What you should do> Could you report every line from the entries that includes the word "number"?

[Saved entries]

/** The shop's settings. The owner edits; anyone else who may see them gets the same form, read-only. */
export function SettingsForm({
  settings,
  canEdit,
  onSubmit,
  limitsNote,
}: {
  settings: ShopSettings;
  canEdit: boolean;
  onSubmit: (values: SettingsOutput) => Promise<unknown>;
  /** The "limits are yours to enter" words, shown above the VOC limits. */
  limitsNote: ReactNode;
}) {
  const [problem, setProblem] = useState<string | null>(null);
  const {
    register,
    setValue,
    control,
    handleSubmit,
    setError,
    reset,
    formState: { errors, isSubmitting, isDirty },
  } = useForm<SettingsInput, unknown, SettingsOutput>({
    resolver: zodResolver(updateShopSettingsSchema),
    defaultValues: settings,
  });
  const limits = useFieldArray({ control, name: "vocLimits" });

  const submit = handleSubmit(async (values) => {
    setProblem(null);
    try {
      const saved = await onSubmit(values);
      reset(saved as ShopSettings);
    } catch (error) {
      const paths = [...TOP_FIELDS, ...limits.fields.flatMap((_, i) => [`vocLimits.${i}.layerKind`, `vocLimits.${i}.limitGPerL`])] as Path<SettingsInput>[];
      setProblem(applyServerErrors(error, setError, paths));
    }
  });

  const limitErrors = errors.vocLimits;
  const usedKinds = new Set(limits.fields.map((f) => f.layerKind));

  return (
    <form onSubmit={submit} noValidate className="flex flex-col gap-6">
      {problem ? <Alert tone="error">{problem}</Alert> : null}
      <fieldset disabled={!canEdit} className="flex min-w-0 flex-col gap-6">
        <legend className="sr-only">Shop settings</legend>
        <Group title="Shop details" description="Printed on quotes and shown in the customer portal.">
          <TextField label="Shop name" required autoComplete="organization" error={errors.shopName?.message} {...register("shopName")} />
          <TextareaField label="Address" rows={2} error={errors.shopAddress?.message} {...register("shopAddress")} />
          <div className="grid gap-5 sm:grid-cols-2">
            <TextField label="Phone" type="tel" inputMode="tel" error={errors.shopPhone?.message} {...register("shopPhone")} />
            <TextField label="Email" type="email" inputMode="email" error={errors.shopEmail?.message} {...register("shopEmail")} />
          </div>
        </Group>

        <Group title="Rates and quotes" description="New quotes start from these; a quote already sent keeps the figures it was sent with.">
          <div className="grid gap-5 sm:grid-cols-2 lg:grid-cols-3">
            <Controller
              control={control}
              name="labourRateCents"
              render={({ field, fieldState }) => (
                <MoneyField label="Labour rate" suffix="/h" required name={field.name} value={field.value as number | string | null} onChange={field.onChange} onBlur={field.onBlur} error={fieldState.error?.message} />
              )}
            />
            <PercentField label="Tax" error={errors.taxPercent?.message} {...register("taxPercent")} />
            <PercentField label="Deposit" error={errors.depositPercent?.message} {...register("depositPercent")} />
            <PercentField label="Materials markup" error={errors.materialsMarkupPercent?.message} {...register("materialsMarkupPercent")} />
            <PercentField label="Shop supplies" hint="Of the materials cost." error={errors.shopSuppliesPercent?.message} {...register("shopSuppliesPercent")} />
            <TextField label="Quote valid for (days)" inputMode="numeric" error={errors.quoteValidDays?.message} {...register("quoteValidDays")} />
          </div>
          <fieldset aria-describedby="tax-kinds-hint">
            <legend className="text-sm font-semibold text-ink-950">Tax applies to</legend>
            <p id="tax-kinds-hint" className="mt-0.5 text-sm text-primer-700">
              Which kinds of quote line are taxed depends on your state; tick the ones yours taxes.
            </p>
            <div className="mt-2 flex flex-wrap gap-2">
              {TAXABLE_LINE_KINDS.map((k) => (
                <label key={k} className="inline-flex min-h-11 cursor-pointer items-center gap-2 rounded-lg border border-primer-300 bg-white px-3 text-sm font-medium has-checked:border-ink-900 has-checked:bg-ink-50">
                  <input type="checkbox" value={k} className="size-5 accent-ink-900" {...register("taxAppliesTo")} />
                  {TAX_KIND_LABELS[k]}
                </label>
              ))}
            </div>
            {errors.taxAppliesTo?.message ? <p className="mt-1 text-sm font-medium text-red-800">{errors.taxAppliesTo.message}</p> : null}
          </fieldset>
          <TextareaField label="Quote terms" rows={4} hint="Printed at the foot of every quote." error={errors.quoteTerms?.message} {...register("quoteTerms")} />
        </Group>

        <Group title="Units and colour matching" description="Every screen shows each measure in the unit chosen here. Picking a system sets them all; any one can then differ.">
          <div className="grid gap-5 sm:grid-cols-2">
            <SelectField
              label="Unit system"
              error={errors.unitSystem?.message}
              {...register("unitSystem", {
                onChange: (e: ChangeEvent<HTMLSelectElement>) => {
                  const preset = UNIT_PRESETS[e.target.value as UnitSystem];
                  if (!preset) return;
                  const opts = { shouldDirty: true };
                  setValue("defaultVolumeUnit", preset.volume, opts);
                  setValue("defaultAreaUnit", preset.area, opts);
                  setValue("filmUnit", preset.film, opts);
                  setValue("pressureUnit", preset.pressure, opts);
                  setValue("tempUnit", preset.temperature, opts);
                  setValue("massUnit", preset.mass, opts);
                },
              })}
            >
              <option value="metric">Metric (mL, m², µm, bar, °C, g)</option>
              <option value="us">US customary (fl oz, ft², mil, psi, °F, oz)</option>
            </SelectField>
            <SelectField label="Film thickness" error={errors.filmUnit?.message} {...register("filmUnit")}>
              {FILM_UNITS.map((u) => (
                <option key={u} value={u}>
                  {FILM_UNIT_LABELS[u]}
                </option>
              ))}
            </SelectField>
            <SelectField label="Gun pressure" error={errors.pressureUnit?.message} {...register("pressureUnit")}>
              {PRESSURE_UNITS.map((u) => (
                <option key={u} value={u}>
                  {PRESSURE_UNIT_LABELS[u]}
                </option>
              ))}
            </SelectField>
            <SelectField label="Booth temperature" error={errors.tempUnit?.message} {...register("tempUnit")}>
              <option value="C">°C</option>
              <option value="F">°F</option>
            </SelectField>
            <SelectField label="Scale" error={errors.massUnit?.message} {...register("massUnit")}>
              {SCALE_UNITS.map((u) => (
                <option key={u} value={u}>
                  {u === "g" ? "grams (g)" : "ounces (oz)"}
                </option>
              ))}
            </SelectField>
            <SelectField label="Default volume unit" error={errors.defaultVolumeUnit?.message} {...register("defaultVolumeUnit")}>
              {VOLUME_UNITS.map((u) => (
                <option key={u.value} value={u.value}>
                  {u.label}
                </option>
              ))}
            </SelectField>
            <SelectField label="Default area unit" error={errors.defaultAreaUnit?.message} {...register("defaultAreaUnit")}>
              {AREA_UNITS.map((u) => (
                <option key={u} value={u}>
                  {AREA_UNIT_LABELS[u]}
                </option>
              ))}
            </SelectField>
            <TextField
              label="Colour tolerance (ΔE00)"
              inputMode="decimal"
              hint="A test panel closer than this to the approved one reads “Within tolerance”."
              error={errors.deltaEMatch?.message}
              {...register("deltaEMatch")}
            />
            <TextField
              label="Outer colour limit (ΔE00)"
              inputMode="decimal"
              hint="Over the tolerance but closer than this reads “Borderline”; this far or further reads “Out of tolerance”."
              error={errors.deltaEClose?.message}
              {...register("deltaEClose")}
            />
            <TextField
              label="Ratio tolerance when rounding a mix (%)"
              inputMode="decimal"
              hint="Mix sheets name every component whose ratio moves more than this when amounts are rounded to the cup or scale step."
              error={errors.ratioTolerancePct?.message}
              {...register("ratioTolerancePct")}
            />
          </div>
          <label className="flex min-h-12 items-start gap-3 text-sm text-ink-950">
            <input type="checkbox" className="mt-0.5 size-5 accent-ink-900" {...register("requireColourSignOff")} />
            <span>
              <span className="font-semibold">{COLOUR_SIGN_OFF_RULE}</span>
              <span className="block text-primer-700">The booth takes no ground, candy or effect coat until the customer has approved a test panel in the portal.</span>
            </span>
          </label>
        </Group>

        <Group title="VOC limits and caps" description={limitsNote}>
          {typeof limitErrors?.message === "string" ? <p className="text-sm font-medium text-red-800">{limitErrors.message}</p> : null}
          {limits.fields.length === 0 ? <p className="text-sm text-primer-700">No limits entered: no batch is flagged in the VOC log.</p> : null}
          <ul className="flex flex-col gap-3">
            {limits.fields.map((f, i) => {
              const rowErrors = Array.isArray(limitErrors) ? limitErrors[i] : undefined;
              return (
                <li key={f.id} className="grid items-start gap-3 rounded-lg bg-primer-50 p-3 sm:grid-cols-[minmax(0,1fr)_12rem_auto]">
                  <SelectField label={`Coating category ${i + 1}`} error={rowErrors?.layerKind?.message} {...register(`vocLimits.${i}.layerKind`)}>
                    {LAYER_KINDS.map((k) => (
                      <option key={k} value={k}>
                        {LAYER_KIND_LABELS[k]}
                      </option>
                    ))}
                  </SelectField>
                  <div className="flex flex-col gap-1.5">
                    <label htmlFor={`voc-limit-${i}`} className="text-sm font-semibold text-ink-950">
                      Limit {i + 1} (g/L)
                    </label>
                    <input
                      id={`voc-limit-${i}`}
                      inputMode="decimal"
                      aria-invalid={rowErrors?.limitGPerL ? true : undefined}
                      aria-describedby={rowErrors?.limitGPerL ? `voc-limit-${i}-error` : undefined}
                      className={controlClasses}
                      {...register(`vocLimits.${i}.limitGPerL`)}
                    />
                    {rowErrors?.limitGPerL?.message ? (
                      <p id={`voc-limit-${i}-error`} className="text-sm font-medium text-red-800">
                        {rowErrors.limitGPerL.message}
                      </p>
                    ) : null}
                  </div>
                  {canEdit ? (
                    <Button variant="ghost" className="sm:mt-7" onClick={() => limits.remove(i)} icon={<Trash2 aria-hidden className="size-4" />}>
                      Remove<span className="sr-only"> limit {i + 1}</span>
                    </Button>
                  ) : null}
                </li>
              );
            })}
          </ul>
          {canEdit && limits.fields.length < LAYER_KINDS.length ? (
            <div>
              <Button
                variant="secondary"
                onClick={() => limits.append({ layerKind: LAYER_KINDS.find((k) => !usedKinds.has(k)) ?? "clear", limitGPerL: "" as unknown as number })}
                icon={<Plus aria-hidden className="size-4" />}
              >
                Add a limit
              </Button>
            </div>
          ) : null}
          <div className="grid gap-5 sm:grid-cols-2">
            <TextField
              label="Monthly VOC cap (kg)"
              inputMode="decimal"
              hint="Leave empty for no monthly cap."
              error={errors.vocMonthlyCapKg?.message}
              {...register("vocMonthlyCapKg", { setValueAs: emptyToNull })}
            />
            <TextField
              label="Yearly VOC cap (kg)"
              inputMode="decimal"
              hint="Leave empty for no yearly cap."
              error={errors.vocYearlyCapKg?.message}
              {...register("vocYearlyCapKg", { setValueAs: emptyToNull })}
            />
          </div>
        </Group>

        <Group title="Batches" description="Added to the material estimate: paint lost in the cup, the gun and overspray, per layer kind (e.g. 15 %), and the smallest batch worth mixing.">
          <Controller
            control={control}
            name="wasteAllowances"
            render={({ field }) => <WasteAllowanceFields value={field.value as never} onChange={field.onChange} error={errors.wasteAllowances?.message} disabled={!canEdit} />}
          />
          <div className="grid gap-5 sm:grid-cols-2">
            <TextField label="Minimum batch (mL)" inputMode="decimal" hint="An estimated layer needs at least this much. 0 for none." error={errors.minimumBatchMl?.message} {...register("minimumBatchMl")} />
          </div>
        </Group>

        <Group title="Server">
          <div className="grid gap-5 sm:grid-cols-2">
            <TextField
              label="Warn when free disk space is below (GB)"
              inputMode="decimal"
              hint="The dashboard warns when the data folder's disk has less room than this. 0 turns the warning off."
              error={errors.lowDiskWarningGb?.message}
              {...register("lowDiskWarningGb")}
            />
          </div>
        </Group>
      </fieldset>
      {canEdit ? (
        <FormActions className="sticky bottom-0 z-10 -mx-1 rounded-xl border border-primer-200 bg-white/95 px-4 py-3 shadow-raised backdrop-blur">
          <Button type="submit" size="lg" pending={isSubmitting}>
            Save settings
          </Button>
          <Button variant="ghost" size="lg" disabled={!isDirty || isSubmitting} onClick={() => reset()}>
            Undo changes
          </Button>
        </FormActions>
      ) : null}
    </form>
  );
}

Result of the exercise>
                <MoneyField label="Labour rate" suffix="/h" required name={field.name} value={field.value as number | string | null} onChange={field.onChange} onBlur={field.onBlur} error={fieldState.error?.message} />
                onClick={() => limits.append({ layerKind: LAYER_KINDS.find((k) => !usedKinds.has(k)) ?? "clear", limitGPerL: "" as unknown as number })}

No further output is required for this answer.